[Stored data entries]

Content starts

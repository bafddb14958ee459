"""The desk without running analyses: database, content checks, the guard, bad input, backup, progress.

Flask's test client drives the web layer (no server, no job runner); each refused request is
checked to leave the database and the library folder as they were.
"""

from __future__ import annotations

import io
import json
import shutil
import sqlite3
import zipfile
from pathlib import Path

import numpy as np
import pytest
import soundfile as sf

from takescribe.cli import main
from takescribe.desk import db
from takescribe.desk.app import create_app
from takescribe.desk.archive import export_library, import_library
from takescribe.desk.guard import change_check
from takescribe.desk.intake import clean_label, guess_from_name, sniff_audio, sniff_part
from takescribe.desk.library import (DeskSettings, add_piece, add_student, add_take, delete_student, list_students,
                                     open_library, staging_path, student_takes)
from takescribe.desk.progress import TakeFindings, progress_json, summarize_progress
from takescribe.errors import InputError

DEMO = Path(__file__).resolve().parents[1] / "src" / "takescribe" / "data" / "demo"
WEEKS = sorted((Path(__file__).resolve().parent / "desk_takes").glob("*.ogg"))
PORT = 5123
ORIGIN = f"http://127.0.0.1:{PORT}"


def _stage(lib, source: Path) -> Path:
    target = staging_path(lib)
    shutil.copyfile(source, target)
    return target


@pytest.fixture
def desk(tmp_path):
    """A library with one piece and one student, and a logged-in test client (no job runner)."""
    lib = open_library(tmp_path / "lib", settings=DeskSettings(max_upload_bytes=2 * 2**20))
    piece = add_piece(lib, title="Lantern Waltz", instrument="piano", part_file=_stage(lib, DEMO / "piano" / "part.musicxml"),
                      part_label="part.musicxml")
    student = add_student(lib, "Maren")
    app = create_app(lib, key="k" * 43, port_of=lambda: PORT)
    client = app.test_client()
    assert client.get(f"/?key={'k' * 43}", base_url=ORIGIN).status_code == 302
    yield lib, client, piece, student
    lib.engine.dispose()


def _post(client, path, *, data=None, origin=ORIGIN, check=True):
    headers = {"Origin": origin} if origin else {}
    if check:
        headers["X-Desk-Check"] = change_check("k" * 43)
    return client.post(path, data=data or {}, headers=headers, base_url=ORIGIN, content_type="multipart/form-data")


def _snapshot(lib) -> tuple:
    with lib.engine.connect() as conn:
        rows = tuple(conn.execute(db.sa.select(db.sa.func.count()).select_from(t)).scalar()
                     for t in (db.pieces, db.students, db.takes, db.jobs))
    files = tuple(sorted(str(p.relative_to(lib.root)) for p in lib.root.rglob("*")
                         if p.is_file() and not p.name.startswith("desk.sqlite")))
    return rows, files


def test_database_is_wal_with_foreign_keys_and_versioned(tmp_path):
    lib = open_library(tmp_path / "lib")
    with lib.engine.connect() as conn:
        assert conn.exec_driver_sql("PRAGMA journal_mode").scalar() == "wal"
        assert conn.exec_driver_sql("PRAGMA foreign_keys").scalar() == 1
        assert db.schema_version(conn) == db.SCHEMA_VERSION
    assert db.migrate(lib.engine) == db.SCHEMA_VERSION   # a second start changes nothing
    with lib.engine.begin() as conn:   # a database from a newer takescribe is refused, not damaged
        conn.exec_driver_sql("UPDATE schema_version SET version = 99")
    with pytest.raises(InputError, match="newer"):
        db.migrate(lib.engine)


def test_content_sniffing_follows_the_format_signatures(tmp_path):
    # signatures: RIFF/WAVE, fLaC (RFC 9639), OggS (RFC 3533), ID3 / MPEG sync, SMF MThd
    buf = io.BytesIO()
    sf.write(buf, np.zeros(800), 8000, format="WAV")
    assert sniff_audio(buf.getvalue()[:64]) == "wav"
    assert sniff_audio((DEMO / "piano" / "take.flac").read_bytes()[:64]) == "flac"
    assert sniff_audio(WEEKS[0].read_bytes()[:64]) == "ogg"
    assert sniff_audio(b"ID3\x04\x00") == "mp3"
    assert sniff_audio(b"\x89PNG\r\n\x1a\n" + bytes(56)) is None
    assert sniff_part((DEMO / "piano" / "part.musicxml").read_bytes()[:4096]) == "musicxml"
    assert sniff_part(b"MThd\x00\x00\x00\x06") == "mid"


@pytest.mark.parametrize("name", ["../../etc/passwd.wav", "..\\take.wav", "a/b.flac", "..", "take\x00.wav"])
def test_names_that_point_somewhere_are_refused(name):
    with pytest.raises(InputError):
        clean_label(name)


def test_guess_from_file_name():
    students, pieces = [(1, "Maren"), (2, "Joss")], [(5, "Lantern Waltz"), (6, "Harbour Song")]
    assert guess_from_name("maren lantern waltz 2026-11-02.ogg", students, pieces) == \
        {"student_id": 1, "piece_id": 5, "date": "2026-11-02"}
    assert guess_from_name("JOSS_harbour-song.flac", students, pieces)["student_id"] == 2
    assert guess_from_name("recording 3.wav", students, pieces) == {"student_id": None, "piece_id": None, "date": None}
    # two students equally likely: no guess rather than a wrong one
    assert guess_from_name("maren and joss.wav", students, pieces)["student_id"] is None


def test_upload_stores_a_take_and_queues_its_job(desk):
    lib, client, piece, student = desk
    answer = _post(client, "/api/takes", data={"file": (io.BytesIO(WEEKS[0].read_bytes()), WEEKS[0].name),
                                              "label": WEEKS[0].name, "student_id": student, "piece_id": piece,
                                              "date": "2026-11-02"})
    assert answer.status_code == 201, answer.get_json()
    take = student_takes(lib, student)[0]
    assert take["audio_file"] == f"audio/{take['id']}.ogg" and take["status"] == "queued"
    assert (lib.root / take["audio_file"]).read_bytes() == WEEKS[0].read_bytes()
    jobs = client.get("/api/jobs", base_url=ORIGIN).get_json()["jobs"]
    assert jobs[str(answer.get_json()["job_id"])]["status"] == "queued"


def _bad_requests(client, piece, student):
    """(what, response) for each kind of bad request the issue names."""
    png = b"\x89PNG\r\n\x1a\n" + bytes(400)
    ok_audio = WEEKS[0].read_bytes()
    form = {"student_id": student, "piece_id": piece, "date": "2026-11-02"}
    yield "wrong type", 400, _post(client, "/api/takes", data=dict(form, file=(io.BytesIO(png), "take.wav"),
                                                                  label="take.wav"))
    yield "score as a take", 400, _post(client, "/api/takes", data=dict(
        form, file=(io.BytesIO((DEMO / "piano" / "part.musicxml").read_bytes()), "take.flac"), label="take.flac"))
    yield "path traversal", 400, _post(client, "/api/takes", data=dict(
        form, file=(io.BytesIO(ok_audio), "../../outside.ogg"), label="../../outside.ogg"))
    yield "oversized", 413, _post(client, "/api/takes", data=dict(
        form, file=(io.BytesIO(b"RIFF" + bytes(3 * 2**20)), "big.wav"), label="big.wav"))
    yield "no token", 403, client.__class__(client.application).post(
        "/api/takes", data=dict(form, file=(io.BytesIO(ok_audio), "t.ogg"), label="t.ogg"),
        headers={"Origin": ORIGIN, "X-Desk-Check": change_check("k" * 43)}, base_url=ORIGIN)
    yield "other origin", 403, _post(client, "/api/takes", origin="http://evil.example",
                                     data=dict(form, file=(io.BytesIO(ok_audio), "t.ogg"), label="t.ogg"))
    yield "no change check", 403, _post(client, "/api/takes", check=False,
                                        data=dict(form, file=(io.BytesIO(ok_audio), "t.ogg"), label="t.ogg"))
    yield "other host", 400, client.get("/students", base_url="http://attacker.example:5123")
    yield "not a part", 400, _post(client, "/pieces", data={"title": "X", "instrument": "piano",
                                                            "part": (io.BytesIO(ok_audio), "x.musicxml")})


def test_bad_requests_are_refused_with_a_clear_message_and_nothing_stored(desk):
    lib, client, piece, student = desk
    before = _snapshot(lib)
    words = {"wrong type": "not a recording", "score as a take": "not a recording", "path traversal": "folders",
             "oversized": "larger than", "no token": "session key", "other origin": "evil.example",
             "no change check": "check", "other host": "attacker.example", "not a part": "not a part"}
    for what, status, answer in _bad_requests(client, piece, student):
        text = answer.get_data(as_text=True)
        assert answer.status_code == status, (what, text)
        assert words[what] in text, (what, text)
        assert _snapshot(lib) == before, what


def test_deleting_a_student_removes_takes_outputs_and_rows(desk):
    lib, client, piece, student = desk
    made = add_take(lib, student_id=student, piece_id=piece, date="2026-11-02", label=WEEKS[0].name,
                    audio_file=_stage(lib, WEEKS[0]))
    out = lib.root / "outputs" / str(made["take_id"])
    out.mkdir()
    (out / "findings.json").write_text("{}")
    answer = _post(client, f"/students/{student}/delete", data={})
    assert answer.status_code == 200
    assert "Removed Maren: 1 take, 2 files" in answer.get_data(as_text=True)
    assert list_students(lib) == [] and not out.exists() and not list((lib.root / "audio").iterdir())
    with lib.engine.connect() as conn:
        assert conn.execute(db.sa.select(db.sa.func.count()).select_from(db.jobs)).scalar() == 0
    with pytest.raises(InputError):
        delete_student(lib, student)


def test_backup_archive_round_trip_and_hostile_archives(desk, tmp_path):
    lib, client, piece, student = desk
    add_take(lib, student_id=student, piece_id=piece, date="2026-11-02", label=WEEKS[0].name,
             audio_file=_stage(lib, WEEKS[0]))
    archive = tmp_path / "backup.zip"
    assert export_library(lib, archive) == {"pieces": 1, "students": 1, "takes": 1}
    other = open_library(tmp_path / "other")
    assert import_library(other, archive, label="backup.zip") == {"pieces": 1, "students": 1, "takes": 1}
    take = student_takes(other, list_students(other)[0]["id"])[0]
    assert (other.root / take["audio_file"]).read_bytes() == WEEKS[0].read_bytes()
    hostile = tmp_path / "hostile.zip"
    with zipfile.ZipFile(hostile, "w") as z:
        z.writestr("library.json", json.dumps({"schema": "takescribe-desk-library/1", "pieces": [], "students": [],
                                               "takes": []}))
        z.writestr("../escape.txt", "x")
    before = _snapshot(other)
    with pytest.raises(InputError, match="no place"):
        import_library(other, hostile, label="hostile.zip")
    assert _snapshot(other) == before and not (other.root.parent / "escape.txt").exists()
    other.engine.dispose()


def _take(label, findings, bpm):
    return TakeFindings(label=label, date=label, findings=tuple(findings), tempo_bpm=tuple(bpm), n_bars=4,
                        notes_in_part=10, counts={k: sum(f["kind"] == k for f in findings) for k in ("missed", "hesitation")})


def test_progress_counts_bars_over_takes():
    # a worked example by hand: bar 3 has findings in all three takes, bar 1 only in the first
    takes = [_take("2026-11-02", [{"kind": "missed", "measure": 1}, {"kind": "hesitation", "measure": 3}],
                   [100, 100, 90, 110]),
             _take("2026-11-09", [{"kind": "hesitation", "measure": 3}, {"kind": "missed", "measure": 3}],
                   [100, 102, 98, 100]),
             _take("2026-11-16", [{"kind": "hesitation", "measure": 3}], [100, 100, 100, 100])]
    progress = summarize_progress(takes)
    assert progress.per_bar.tolist() == [[1, 0, 0], [0, 0, 0], [1, 2, 1], [0, 0, 0]]
    assert [r["bar"] for r in progress.recurring] == [3] and progress.recurring[0]["in_latest"]
    assert progress.counts == {"missed": (1, 1, 0), "hesitation": (1, 1, 1)}
    # robust spread = scaled median absolute deviation, as scipy.stats.median_abs_deviation(scale="normal")
    from scipy.stats import median_abs_deviation

    for k, take in enumerate(takes):
        expected = 100 * median_abs_deviation(take.tempo_bpm, scale="normal") / np.median(take.tempo_bpm)
        assert progress.tempo_spread[k] == pytest.approx(expected, rel=1e-3)
    assert progress_json(progress)["findings_per_bar"]["3"] == [1, 2, 1]


def test_progress_command_refuses_a_folder_without_reports(tmp_path, capsys):
    (tmp_path / "empty").mkdir()
    assert main(["progress", str(tmp_path / "empty"), "-o", str(tmp_path / "p.html")]) == 1
    assert "holds no report folder" in capsys.readouterr().err
    assert not (tmp_path / "p.html").exists()


def test_seeded_library_holds_the_demo_students(tmp_path):
    from takescribe.desk.library import seed_demo

    lib = open_library(tmp_path / "lib")
    assert seed_demo(lib, date="2026-12-01") == 2
    assert sorted(s["name"] for s in list_students(lib)) == ["Joss", "Maren"]
    assert seed_demo(lib, date="2026-12-01") == 0   # never twice
    with sqlite3.connect(lib.root / "desk.sqlite") as conn:
        assert conn.execute("SELECT count(*) FROM jobs WHERE status = 'queued'").fetchone()[0] == 2
    lib.engine.dispose()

Content ends

Once you find the string "missed" in a line of the records, copy that line.

                        notes_in_part=10, counts={k: sum(f["kind"] == k for f in findings) for k in ("missed", "hesitation")})
    takes = [_take("2026-11-02", [{"kind": "missed", "measure": 1}, {"kind": "hesitation", "measure": 3}],
             _take("2026-11-09", [{"kind": "hesitation", "measure": 3}, {"kind": "missed", "measure": 3}],
    assert progress.counts == {"missed": (1, 1, 0), "hesitation": (1, 1, 1)}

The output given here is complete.